Why is there no longer auto-regex generation for decimal, numeric, or date indexes?

General

In order to optimize this functionality, we have restricted the use of regex auto-generation for Date, Decimal, and Numeric indexes.

For these indexes, the basic regexes present within the software allow you to detect most of the desired values. If the value is not detected, research efforts must be focused on: the area, the discrepancies between the amounts, the rules, etc.

Decimal and numerical indexes

For example, decimal and numeric values change lengths very often.
If we take the case of an invoice amount, this value can take different forms: 1.42 or 35.48 or 3652.45 … All of these values can be found natively by Capture, so there’s no need to use auto-generation.
However, when the values were not found due to bad customizations or other manipulations, the end user tended to use auto-generation thinking to correct the problem. Not only did this not correct the first problem, but it had the effect of aggravating it since after auto-generation, Capture obtained a very strict regex to look for as a favorite. Ex auto-generation on the value 1.45 led Capture to only search for values corresponding to a digit, followed by a comma, followed by a digit, followed by a digit.
The software could therefore no longer find an amount like 125.56.

Example scenario

Let’s take the case of this invoice, simple customization areas allow you to find the values


Consider the following customer scenario:

An invoice from the same supplier arrives with an OCR error

As usual, the customer uses the regex auto-generation since the amounts are not found


He therefore finds himself with a new regex as the favorite in his list of regexes

This new regex: ((^|\s|(?<=\:)|(?<=\;)|(?<=\,)|(?<=\°)|(?<=\.)|(?<=\())[0-9][0-9],[0-9][a-zA-Z])(\s|$|(? =\.)|(?=\,)|(?=\;)|(?=\)))
Now only accepts values of type 1 digit 1 digit decimal point one digit one letter

If we look at the invoice after generation, it didn’t solve the problem of amount, the 26 is still not found

But worse still, it has worsened the situation, if we look at our invoice which was correctly recognized before this manipulation, it is no longer because of this new regex

Case study (Customer)

Here is a concrete case found in a client, which illustrates what is very often found in clients complaining about recognition that no longer works

The engine is throttled on all sides with auto-generated regexes, so there is no longer any chance of being able to find the amounts of this document

Index dates

In the case of date-type indexes, especially for dates with months written in letters, we ran into the same danger. Indeed, if we take for example the date March 1, 2020, auto-generation on this value resulted in the creation of a regex A number, a space, a letter, a letter, a letter, a letter, a space, a number, a number, a number, a number.
The software could therefore no longer find the value on November 25, 2020.
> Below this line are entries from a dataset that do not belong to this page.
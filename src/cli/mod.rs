//! The command layer: argument definitions (clap stays inside this module), one handler per
//! command, and the mapping of failures to exit codes. Handlers load inputs, call the physics
//! and hand results to [`crate::report`]; they do no physics themselves.

mod bands;
mod check;
mod compare;
mod cycle;
mod fit;
mod forecast;
mod table;

use crate::cycle::{CycleError, DutyCycle};
use crate::input::{self, InputError, LoadedScenario, Override};
use crate::material::constants::ZERO_CELSIUS_K;
use crate::report::text::sig;
use crate::report::ReportError;
use clap::{Args, CommandFactory, Parser, Subcommand};
use std::fmt::Write as _;
use std::io::Write;
use std::path::{Path, PathBuf};
use thiserror::Error;

#[derive(Debug, Parser)]
#[command(
    name = "fadecast",
    version,
    about = "Physics-based forecasts of lithium-ion capacity fade and resistance growth",
    long_about = "Physics-based forecasts of lithium-ion capacity fade and resistance growth.\n\n\
                  Results are engineering estimates from a reduced model; they do not replace \
                  qualification and abuse testing."
)]
struct Arguments {
    #[command(flatten)]
    overrides: OverrideArgs,

    #[command(subcommand)]
    command: Command,
}

/// `--set`, accepted before and after the command name. (A clap `global` argument would
/// drop the occurrences before the command when more follow it, so each level has its own
/// and [`run`] joins them in command-line order.)
#[derive(Debug, Args)]
struct OverrideArgs {
    /// Override an input value (repeatable), e.g. --set ambient_c=40
    ///
    /// A plain key changes the scenario (`ambient_c=40`), `cell.` its cell
    /// (`cell.negative.particle_radius_um=4`), `profile.` its step profile
    /// (`profile.block.0.step.0.charge_c=1.5`, blocks and steps counted from 0).
    #[arg(long = "set", value_name = "KEY=VALUE")]
    set: Vec<String>,
}

/// `--cycles N | --years Y`: a horizon that overrides the scenario's. Checked by fadecast
/// itself (not clap), so a negative or doubled horizon gets the one-line input error.
#[derive(Debug, Args)]
struct HorizonArgs {
    /// Horizon in cycles (overrides the scenario's).
    #[arg(long, value_name = "N", allow_negative_numbers = true)]
    cycles: Option<f64>,
    /// Horizon in years (overrides the scenario's).
    #[arg(long, value_name = "Y", allow_negative_numbers = true)]
    years: Option<f64>,
}

impl HorizonArgs {
    fn parse(&self) -> Result<Option<crate::forecast::Horizon>, InputError> {
        input::parse_horizon(self.cycles, self.years)
    }
}

/// The options every sampling command shares (`bands`, `compare`, `table`), one definition
/// flattened into each so they read and behave alike.
#[derive(Debug, Args)]
struct SamplingArgs {
    /// Number of samples (bands: required, all shards together; compare and table: per
    /// alternative or condition, 0 for one run of the nominal inputs).
    #[arg(long, value_name = "N")]
    samples: Option<u64>,
    /// Random seed: the same seed gives the same numbers, bit for bit.
    #[arg(long, value_name = "S", default_value_t = 1)]
    seed: u64,
    /// Worker threads (default: the machine's cores).
    #[arg(long, value_name = "J")]
    jobs: Option<usize>,
    /// Quantiles in percent (compare and table report the median and the outermost two).
    #[arg(long, value_name = "LIST", default_value = "5,50,95")]
    quantiles: String,
    /// Sample this file's [uncertainty] section instead of the scenario's (for example the
    /// uncertainty.toml `fadecast fit` writes).
    #[arg(long, value_name = "FILE")]
    uncertainty: Option<PathBuf>,
    /// No progress bar.
    #[arg(long)]
    quiet: bool,
}

/// The sampling options, checked.
struct Sampling {
    samples: u64,
    seed: u64,
    jobs: usize,
    /// Fractions, ascending.
    quantiles: Vec<f64>,
    uncertainty: Option<PathBuf>,
    /// Whether to show progress (a terminal and no --quiet).
    progress: bool,
}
Another problem in the case of date indexes is that, in addition to the regex, it is necessary to tell Capture the format of the date, e.g. dd MMMM yyyyy, so that it can associate the value found with a Date object. In the majority of cases, the format was not populated by users due to lack of knowledge, which had the effect of blocking the search for Capture with a self-generated but unusable favorite regex.